Johnny’s insolent mouth twisted in scorn. “You ain’t birding there—he could sink us. But you ain’t frettin’ no fortune, Tate. For you, this whole shooting match is all about Nell. You can’t stand the thought of another man, especially Hickok, eatin’ off your plate.”
Anger heat washed into Barry’s face. But before he could retort, Johnny heaved himself out of the chair and aimed for the door.
“Do what you want to, Barry, I ain’t your mama. But I’m telling you, when I shoot at Hickok, it’ll be face-to-face in a showdown.”
“There’s a few dozen or so dead men have made that same brag, Johnny.”
But Kinkaid had spoken his piece, and now he left. Before he shut the door behind him, he repeated, “Do what you want to. But don’t queer the deal for all of us.”
After Johnny had gone, Barry continued to mull his options while he sipped whiskey from a pony glass. Again he worked himself up to a slow boil, his thoughts rough and ugly as he recalled the galling things Hickok had said to him.
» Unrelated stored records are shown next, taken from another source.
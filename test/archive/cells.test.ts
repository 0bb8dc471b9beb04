import fc from 'fast-check';
import { describe, expect, it } from 'vitest';
import type { z } from 'zod';
import {
  coneCell,
  dateCell,
  fileNameCell,
  nameCell,
  numberCell,
  requiredNameCell,
  wordCell,
  yesNoCell,
} from '../../src/archive/cells.ts';
import { parseDecimal } from '../../src/archive/decimal-mark.ts';
import { got } from '../../src/archive/found-text.ts';
import { nearestNames, slips } from '../../src/archive/nearest-name.ts';

const read = (cell: z.ZodType, text: string) => {
  const result = cell.safeParse(text);
  return result.success ? result.data : result.error.issues.map(({ message }) => message).join();
};
const PEAK = { what: 'a peak in °C', least: 600, most: 1400, reason: 'where glazes are fired' };

describe('number cells', () => {
  it.each([
    ['1222', '.', 1222],
    [' 1222.5 ', '.', 1222.5],
    ['1222,5', ',', 1222.5],
    ['1.2e3', '.', 1200],
    ['', '.', undefined],
    [' ', ',', undefined],
    ['1222,5', '.', 'expected a peak in °C: a number with a decimal point, got "1222,5"'],
    ['1222.5', ',', 'expected a peak in °C: a number with a decimal comma, got "1222.5"'],
    ['1.222,5', ',', 'expected a peak in °C: a number without a thousands mark, got "1.222,5"'],
    ['1,222.5', '.', 'expected a peak in °C: a number without a thousands mark, got "1,222.5"'],
    ['0x500', '.', 'expected a peak in °C: a number, got "0x500"'],
    ['1e999', '.', 'expected a peak in °C: a number, got "1e999"'],
    ['Infinity', '.', 'expected a peak in °C: a number, got "Infinity"'],
    ['12 22', '.', 'expected a peak in °C: a number, got "12 22"'],
    ['599', '.', 'expected a peak in °C from 600 to 1400 (where glazes are fired), got "599"'],
  ] as const)('%j with decimal mark %s', (text, mark, expected) => {
    expect(read(numberCell(mark, PEAK), text)).toBe(expected);
  });

  it('reads back every number in either mark', () => {
    fc.assert(
      fc.property(fc.double({ noNaN: true, noDefaultInfinity: true }), (drawn) => {
        const value = drawn + 0; // a written nought has no sign
        expect(parseDecimal(String(value), '.')).toBe(value);
        expect(parseDecimal(String(value).replace('.', ','), ',')).toBe(value);
      }),
      { seed: 1 },
    );
  });
});

describe('other cells', () => {
  it.each([
    ['6', '6'],
    ['06', '06'],
    ['6,5', '6.5'],
    ['6.50', '6.5'],
    ['cone 05.5', '05.5'],
    ['', undefined],
    ['0', 'expected a cone from 022 to 42 such as 6, 06 or 6.5, got "0"'],
    ['06. May', 'expected a cone from 022 to 42 such as 6, 06 or 6.5, got "06. May"'],
  ])('cone %j', (text, expected) => {
    expect(read(coneCell(true), text)).toBe(expected);
  });

  it('a cone may have a comma only where commas do not separate', () => {
    expect(read(coneCell(false), '6,5')).toContain('expected a cone from 022 to 42');
  });

  it('words in any capitals; others with the nearest', () => {
    const words = wordCell(['gloss', 'matte']);
    expect(read(words, ' Gloss ')).toBe('gloss');
    expect(read(words, 'mat')).toBe(
      'expected gloss, matte or a blank cell, got "mat"; nearest known: matte',
    );
    expect(read(yesNoCell(), 'YES')).toBe(true);
    expect(read(yesNoCell(), 'toString')).toBe('expected yes, no or a blank cell, got "toString"');
  });

  it('names keep control characters as data; messages show their codes', () => {
    expect(read(nameCell(), 'a\u001b[2Jb')).toBe('a\u001b[2Jb');
    expect(got('a\u001b[2Jb')).toBe('got "a\\u{1b}[2Jb"');
    expect(read(requiredNameCell('a tile name'), ' ')).toBe(
      'expected a tile name, got a blank cell',
    );
    expect(read(nameCell(), 'x'.repeat(201))).toBe(
      'expected a name of at most 200 characters, got 201',
    );
    expect(got('x'.repeat(61))).toBe(`got "${'x'.repeat(59)}…"`);
  });

  it.each(['2024-02-29', '2024-02-29T08:30', '2024-02-29 08:30:00Z', '2024-02-29T08:30+01:00'])(
    'date %s',
    (text) => {
      expect(read(dateCell(), text)).toBe(text);
    },
  );

  it.each(['2023-02-29', '29.02.2024', '2024-13-01', '2024-2-9', '45351', '2024-02-29x'])(
    'no date: %s',
    (text) => {
      expect(read(dateCell(), text)).toBe(`expected a date such as 2024-03-31, got "${text}"`);
    },
  );

  it.each(['../x.csv', 'logs/x.csv', 'C:x.csv', 'a\\b', '..', '.', 'a\u0000b'])(
    'no bare file name: %j',
    (text) => {
      expect(read(fileNameCell(), text)).toContain(
        'expected the name of a file in the archive, without a folder',
      );
    },
  );
});

describe('nearest names', () => {
  it('counts slips: left out, put in, exchanged, swapped', () => {
    expect(slips('cone', 'cone')).toBe(0);
    expect(slips('cone', 'con')).toBe(1);
    expect(slips('cone', 'cnoe')).toBe(1);
    expect(slips('Cone', 'bones')).toBe(2);
    expect(slips('', 'abc')).toBe(3);
  });

  it('lists up to three that are equally near', () => {
    expect(nearestNames('F11', ['F1', 'F10', 'F12', 'F13', 'G'])).toEqual(['F1', 'F10', 'F12']);
    expect(nearestNames('x', [])).toEqual([]);
  });
});
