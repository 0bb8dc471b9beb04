import { describe, expect, it } from 'vitest';
import type { Archive, Firing, Tile, WitnessReading } from '../../src/archive/archive.ts';
import { inventory } from '../../src/archive/inventory.ts';
import { readArchive } from '../../src/archive/read-archive.ts';
import { faultLine } from '../../src/errors.ts';
import { coneIndex } from '../../src/firing/cone.ts';
import { aHeat, anArchive, aTile, csvOf, filesOf } from '../support/builders.ts';

const aFiring = (firing: string, given: Partial<Firing> = {}): Firing => ({
  firing,
  line: 2,
  setCone: '6',
  ...given,
});
const aReading = (firing: string, shelf: string, cone: string): WitnessReading => ({
  firing,
  line: 2,
  shelf,
  cone,
  coneIndex: coneIndex(cone),
});
const some = (count: number, given: (i: number) => Partial<Tile>) =>
  Array.from({ length: count }, (_, i) => aTile({ tile: `T${i + 1}`, ...given(i) }));
const oddOf = (archive: Archive) => inventory(archive).odd;
const oddIn = (texts: Readonly<Record<string, string>>) => {
  const { archive, faults } = readArchive(filesOf(texts));
  expect(faults).toEqual([]);
  return oddOf(archive);
};

describe('a shelf without a witness cone in a load that has others', () => {
  const firings = 'firing,set_cone,cone\nL1,6,5\nL2,6,\n';
  const witness = 'firing,shelf,cone\nL1,top,5\nL2,top,6\n';
  const tiles = (...rows: [string, string, string][]) =>
    csvOf([
      ['tile', 'firing', 'shelf', 'surface', 'SiO2', 'Al2O3', 'CaO', 'K2O', 'B2O3'],
      ...rows.map((row) => [...row, 'gloss', 3, 0.4, 0.7, 0.3, 0.1]),
    ]);

  it('is told by load, shelf and tiles, with the heat that was taken', () => {
    const rows: [string, string, string][] = [
      ...['A10', 'A2', 'A1', 'A3'].map((t): [string, string, string] => [t, 'L1', 'Attic']),
      ['B1', 'L2', 'attic'],
      ['B2', 'L2', 'Top'],
      ['C1', 'L2', ''],
    ];
    const odd = oddIn({
      'tiles.csv': tiles(...rows),
      'firings.csv': firings,
      'witness.csv': witness,
    });
    expect(odd.filter((one) => one.includes('witness'))).toEqual([
      "no witness cone was read on shelf Attic of load L1 (A1, A2, A3 and 1 more took the firing's " +
        'cone 5) and shelf attic of load L2 (B1 took the set cone 6): a reading there, or a cone on ' +
        'the tile, would be surer',
    ]);
  });

  it('is none where no shelf of the load was read', () => {
    const odd = oddIn({
      'tiles.csv': tiles(['A', 'L1', 'attic']),
      'firings.csv': firings,
      'witness.csv': 'firing,shelf,cone\nL2,top,6\n',
    });
    expect(odd.join()).not.toContain('witness');
  });
});

describe('names that differ only by capitals, spaces or accents', () => {
  it('are pointed out for kilns, loads and recipes', () => {
    const firings = [
      aFiring('K 1', { kiln: 'Big' }),
      aFiring('K1', { kiln: 'big' }),
      aFiring('K2', { kiln: 'Big' }),
    ];
    const recipes = ['Celadon', 'Céladon', 'Ash', 'cela don'].map((recipe) => ({
      recipe,
      lines: [],
      unity: { SiO2: 3, CaO: 1 },
    }));
    const tail = 'alike but for capitals, spaces or accents, so probably one';
    expect(oddOf(anArchive([], { firings, recipes }))).toEqual([
      `kilns "Big" and "big" are taken as two: ${tail}`,
      `loads "K1" and "K 1" are taken as two: ${tail}`,
      `recipes "Celadon", "Céladon" and "cela don" are taken as three: ${tail}`,
    ]);
  });

  it('are pointed out for bare labels on the tiles', () => {
    const tiles = [aTile({ firing: 'June' }), aTile({ tile: 'B', firing: 'june ' })];
    expect(oddOf(anArchive(tiles))[0]).toContain('loads "June" and "june " are taken as two');
  });
});

describe('a peak that does not fit the cone', () => {
  it('is told with the usual peak and the cone that it would suit, farthest first', () => {
    const firings = [
      aFiring('K1', { cone: '6', peakC: 1150 }),
      aFiring('K2', { cone: '06', setCone: '06', peakC: 1222 }),
      aFiring('K3', { peakC: 1300 }),
      aFiring('K4', { cone: '6', peakC: 1222 }),
      aFiring('K5', { cone: '6' }),
    ];
    expect(oddOf(anArchive([], { firings }))).toEqual([
      'peaks that do not fit the cone: K2 (cone 06, usually near 998 °C; 1222 °C suits 6), K3 (set to ' +
        'cone 6, usually near 1222 °C; 1300 °C suits 11) and K1 (cone 6, usually near 1222 °C; 1150 °C ' +
        'suits 3); look at cone, peak_c and thermocouple',
    ]);
  });

  const alone = (...rows: [string, string, string][]) =>
    csvOf([
      ['tile', 'SiO2', 'Al2O3', 'B2O3', 'K2O', 'CaO', 'surface', 'cone', 'peak_c', 'remark'],
      ...rows.map(([tile, cone, peak]) => [
        ...[tile, 3, 0.4, 0.1, 0.3, 0.7, 'gloss', cone, peak],
        'x',
      ]),
    ]);

  it('of an archive of one file, too: a lost zero is a fault', () => {
    const csv = alone(['A', '6', '998'], ['B', '06', '998'], ['C', '6', '1222']);
    const { archive, faults } = readArchive(filesOf({ 't.csv': csv }));
    expect(faults.map(faultLine)).toEqual([
      't.csv:2 cone: expected a cone that fits peak_c 998, got "6" (about 1222 °C); 06 (about 998 °C) ' +
        'fits better: spreadsheets turn 06 into 6',
    ]);
    expect(archive.notes).toContain(
      'peak_c of 2 tiles compared with the cone, used for nothing else',
    );
    expect(archive.tiles.map(({ other }) => other)).toEqual([
      { peak_c: '998', remark: 'x' },
      { peak_c: '1222', remark: 'x' },
    ]);
  });

  it('of an archive of one file, too: any other misfit is worth a look', () => {
    const rows = ['A', 'B', 'C', 'D'].map((t): [string, string, string] => [t, '6', '1150']);
    expect(oddIn({ 't.csv': alone(...rows, ['E', '6', '1222'], ['F', '6', 'hot']) })[0]).toBe(
      'peaks that do not fit the cone: A, B, C and 1 more (cone 6, usually near 1222 °C; 1150 °C ' +
        'suits 3); look at cone, peak_c and thermocouple',
    );
  });
});

describe('witness cones that cannot all be right', () => {
  const read = (cones: readonly string[], given: Partial<Firing> = {}) => {
    const witness = cones.map((cone, i) => aReading('K1', `shelf ${i + 1}`, cone));
    return oddOf(anArchive([], { firings: [aFiring('K1', { kiln: 'N', ...given })], witness }));
  };

  it('shelves 7, 6 and 06 of one load', () => {
    expect(read(['7', '6', '06'])).toEqual([
      'witness cones unlike the others of their load: K1 (shelf 3 06 against shelf 1 7 and shelf 2 6)',
    ]);
  });

  it('also where no firings.csv tells a set cone, and then of two either', () => {
    const witness = [aReading('L', 'top', '7'), aReading('L', 'low', '06')];
    expect(oddOf(anArchive([], { witness }))).toEqual([
      'witness cones unlike the others of their load: L (low 06 and top 7)',
    ]);
  });

  it('not those of an uneven kiln, and a load all far from its set cone is said once', () => {
    expect(read(['7', '6', '5.5'])).toEqual([]);
    expect(read(['4', '4', '4.25'])).toEqual([
      'loads far from the cone they were set to: K1 (set to 6, reads 2.00 cone below)',
    ]);
    expect(read(['06'])).toEqual([
      'loads far from the cone they were set to: K1 (set to 6, reads 11.00 cone below)',
    ]);
  });
});

describe('cones far from the rest of the archive', () => {
  const usual = some(20, (i) => ({ heat: aHeat(['5', '6', '7'][i % 3]), firing: 'K1' }));

  it('tiles at 06 and 42 among 5 to 7, whole loads as such', () => {
    const far = some(5, (i) => ({ tile: `F${i}`, heat: aHeat('06'), firing: 'K2' }));
    const one = aTile({ tile: 'Z', heat: aHeat('42') });
    const firings = [
      aFiring('K1'),
      aFiring('K2', { setCone: '06' }),
      aFiring('K3', { setCone: '20' }),
    ];
    const odd = oddOf(anArchive([...usual, ...far, one], { firings }));
    expect(odd.filter((text) => text.startsWith('cones far'))).toEqual([
      'cones far from those of the other tiles (middle half: 5 to 6.75): Z (42), load K3 (20, no ' +
        'tile) and load K2 (06, 5 tiles)',
    ]);
  });

  it('not the cones of a studio that fires at two', () => {
    const low = some(10, (i) => ({ tile: `L${i}`, heat: aHeat('06'), firing: 'K2' }));
    expect(oddOf(anArchive([...usual, ...low])).join()).not.toContain('cones far');
  });

  it.each(['-11.00', '023', '43', '0'])('and "%s" is no cone at all: a fault', (cone) => {
    const { faults } = readArchive(
      filesOf({
        'tiles.csv': `tile,firing,cone,surface,SiO2,Al2O3,CaO\nA,K1,${cone},gloss,3,0.4,1\n`,
        'firings.csv': `firing,set_cone,cone\nK1,6,${cone}\nK2,${cone},\n`,
        'witness.csv': `firing,shelf,cone\nK1,top,${cone}\n`,
      }),
    );
    const text = `expected a cone from 022 to 42 such as 6, 06 or 6.5, got "${cone}"`;
    expect(faults.filter(({ message }) => message === text)).toHaveLength(4);
  });
});

describe('a cone on the tile', () => {
  it('that is not that of its firing, and said once', () => {
    const firings = [aFiring('K1', { cone: '04' }), aFiring('K2')];
    const tiles = [
      ...some(4, () => ({ firing: 'K1', heat: aHeat('6') })),
      aTile({ tile: 'N', firing: 'K2', heat: aHeat('7') }),
    ];
    expect(oddOf(anArchive(tiles, { firings })).filter((one) => one.includes('cone'))).toEqual([
      'the cone on the tile is not that of its firing: T1, T2, T3 and 1 more (6 against 04 of load K1)',
      'loads far from the cone they were set to: K1 (set to 6, reads 9.00 cone below)',
    ]);
  });
});

describe('a drip and a word that contradict each other', () => {
  it('are told by tile', () => {
    const tiles = [
      aTile({ tile: 'B', surfaceWritten: 'underfired', verdict: 'underfired', drip: 'melted' }),
      aTile({ tile: 'A', surfaceWritten: 'underfired', verdict: 'underfired', drip: 'melted' }),
      aTile({ tile: 'C', surfaceWritten: 'overfired', verdict: 'underfired', drip: 'unmelted' }),
      aTile({ tile: 'D', surfaceWritten: 'matte', verdict: 'underfired', drip: 'unmelted' }),
      aTile({ tile: 'E', surfaceWritten: 'overfired', verdict: 'overfired', drip: 'melted' }),
    ];
    expect(oddOf(anArchive(tiles))).toEqual([
      'drip and surface contradict each other: C (overfired, yet the drip is unmelted); A and B ' +
        '(underfired, yet the drip is melted)',
    ]);
  });
});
Unlike Johnny, Barry knew he could never hope to face Hickok in a fair fight. Which also meant that hiding inside Hickok’s room was out of the question.
But perhaps …
Barry’s slightly glazed eyes cut to his Sharps .50, propped against the nearest wall. Barry was a better shot with a rifle, anyway. Maybe, just maybe, room seven would offer a good line of fire from outside?